The freer and richer women are, the more likely they are to be found in stereotypical fields.
A culture having "less issues with this" seems to be strongly associated with that culture having conservative views and more socioeconomic issues. I see more women programmers coming out of conservative poor Asian countries than progressive wealthy Nordic countries. I get the impression women are pushed into programming for reasons of economic stress or incentives in countries where less of a programming gender gap exists. To me if a country having less of a gender gap in programming implies either sexism or economic stress.
You can really interpret the prevalence of trans women in programming as being related to nurture or nature. The data point in a vacuum doesn't obviously point to either conclusion.
I'm of the impression that this is a misconception. 50 years ago, "programmer" was a different job. Imagine if executives were just called secretaries now and that's a decent analogy for what I think happened to programmers and architects.
I'm of the impression that back in 1959 when COBOL was released, with a team of 7 designers with 3 women on it, based off the groundwork laid by Grace Hopper, that the technical skill required to be a programmer was actually much higher, and that the women involved in coding were making very technical decisions about that field.
Back then programming was basically applied mathematics, a field with many women. Today programming is gluing together components in order to build systems which is much more similar to engineering, a field with few women.
There are still many women among those who program mathematics (statisticians etc), just that they are usually not called programmers. Also there is much less demand for people who can program math than people who can glue together libraries and create crud apps, so even if all math programmers are included in the statistics they would get dwarfed by the app programmers.
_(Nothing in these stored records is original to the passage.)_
def prepare_model(model: Model, bundle: Any) -> list[str]:
    """Let a model size its static parts from concrete data (``options["prepare"]``) and
    return the warnings it raises (e.g. parameters the data cannot identify)."""
    prepare = model.options.get("prepare") if model.options else None
    if not callable(prepare):
        return []
    with warnings.catch_warnings(record=True) as caught:
        warnings.simplefilter("always")
        prepare(bundle)
    return list(dict.fromkeys(str(w.message) for w in caught))


def _attach(result: Any, notes: list[str], warned: list[str]) -> Any:
    """Add selection notes and model warnings to a result that carries such lists."""
    if notes and isinstance(getattr(result, "notes", None), list):
        result.notes.extend(notes)
    elif notes and isinstance(getattr(result, "warnings", None), list):
        result.warnings.extend(notes)
    if warned and isinstance(getattr(result, "warnings", None), list):
        result.warnings.extend(w for w in warned if w not in result.warnings)
    return result


def _check_method(method: str) -> None:
    if method not in METHODS:
        raise StopwiseInputError(f"unknown method {method!r}; choose one of {', '.join(METHODS)}")


def fit(
    model: str | Model,
    data: Any,
    *,
    method: str = "mle",
    se: str | None = "auto",
    by: str | None = None,
    formulas: Sequence[str] | Mapping[str, str] | None = None,
    max_target: int | None = None,
    seed: int = 0,
    **kw: Any,
) -> Any:
    """Fit ``model`` to ``data``. method="mle" (default): a Fit (or FitBySubject with
    by="subject"; a finite mixture with types=K); method="bayes":
    stopwise.estimation.bayes.fit.fit_bayes(model, data, **kw).
    ``se``: "auto" (clustered sandwich with several subjects), "robust", "hessian",
    "bootstrap" or None. ``formulas``: e.g. ["r ~ 1 + treatment"]. ``workers``/``scheduler``
    (estimation/distributed.py) say where a Parquet folder's parts and bootstrap chunks run."""
    _check_method(method)
    the_model = resolve_model(model, max_target)
    cluster = {k: kw.pop(k) for k in ("workers", "scheduler") if k in kw}
    part_notes: list[str] = []
    if is_partitioned(data):  # a folder or glob of Parquet files (stopwise/partitioned.py)
        from stopwise.partitioned import fit_parts

        parts = fit_parts(
            the_model, data, method=method, se=se, by=by, formulas=formulas, seed=seed,
            kw=kw, prepare=prepare_model, **cluster,
            shared=lambda bundle: model_for_data(model, max_target, bundle),
        )  # fmt: skip
        if parts.fit is not None:
            return _attach(parts.fit, [], parts.warnings)
        data, part_notes = parts.rows, parts.notes
    bundle, frame = resolve_data(data)
    bundle, frame, notes = select_data(the_model, bundle, frame)
    the_model = model_for_data(model, max_target, bundle)
    notes += part_notes
    notes += list((the_model.options or {}).get("notes", ()))
    warned = prepare_model(the_model, bundle)
    record = fit_record(the_model, bundle, formulas, kw.get("fixed"))
    result = _fit_selected(
        the_model, bundle, frame, method, se, by, formulas, seed, {**kw, **cluster}
    )
    if isinstance(getattr(result, "extras", None), dict):
        result.extras["record"] = record  # Fit.to_dict writes it; stopwise.load_result reads it
        certify_fixed_points(the_model, bundle, result)
        cap_in_use = (the_model.options or {}).get("cap_in_use")
        if callable(cap_in_use):
            result.extras["max_target"] = cap_in_use()  # the contest cap travels with the fit
    if (the_model.options or {}).get("learning") and method == "mle":
        warned += learning_warnings(result)
    return _attach(result, notes, warned)


def _fit_selected(
    the_model: Model,
    bundle: Any,
    frame: pd.DataFrame | None,
    method: str,
    se: str | None,
    by: str | None,
    formulas: Sequence[str] | Mapping[str, str] | None,
    seed: int,
    kw: dict[str, Any],
) -> Any:
    cluster = {k: kw.pop(k) for k in ("workers", "scheduler") if k in kw}  # bootstrap refits
    if method == "bayes":
        from stopwise.estimation.bayes.fit import fit_bayes
        from stopwise.estimation.ml.point_fits import ML_POINT_FITS

        if formulas:
            kw["formulas"] = formulas
        kw.setdefault("point_fits", ML_POINT_FITS)  # the Bayes wing starts from ML fits
        return fit_bayes(the_model, bundle, seed=seed, **kw)
    types = kw.pop("types", None)
    if types is not None:
        return _fit_types(the_model, bundle, types, se, by, formulas, seed, kw)
    if by not in (None, "subject"):
        raise StopwiseInputError(f"by must be 'subject' or None, not {by!r}")
    if by == "subject":
        if formulas:
            raise StopwiseInputError(
                "formulas and by='subject' cannot be combined: a "
                "per-subject fit already gives every subject its own "
                "parameters"
            )
        from stopwise.estimation.ml.by_subject import fit_by_subject

        return fit_by_subject(
            the_model, bundle, se="hessian" if se == "auto" else se, seed=seed, **kw
        )
    from stopwise.estimation.ml.identification import fit_identified

    return fit_identified(
        the_model,
        bundle,
        se=se,
        formulas=formulas,
        covariate_frame=frame if formulas else None,
        seed=seed,
        **kw,
        **cluster,
    )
Yeah, I'm of the impression that the intellect required to do software now is much lower - no need to understand bits and bytes or to do math, just sling a bunch of libraries together with glue code from stack over flow and voila a ML system to categorize trouble tickets. Understanding the distinction between the reals and the IEEE double floats is alas long since vanished.
Also mirrored by the fact that other cultures do not experience this issue so acutely.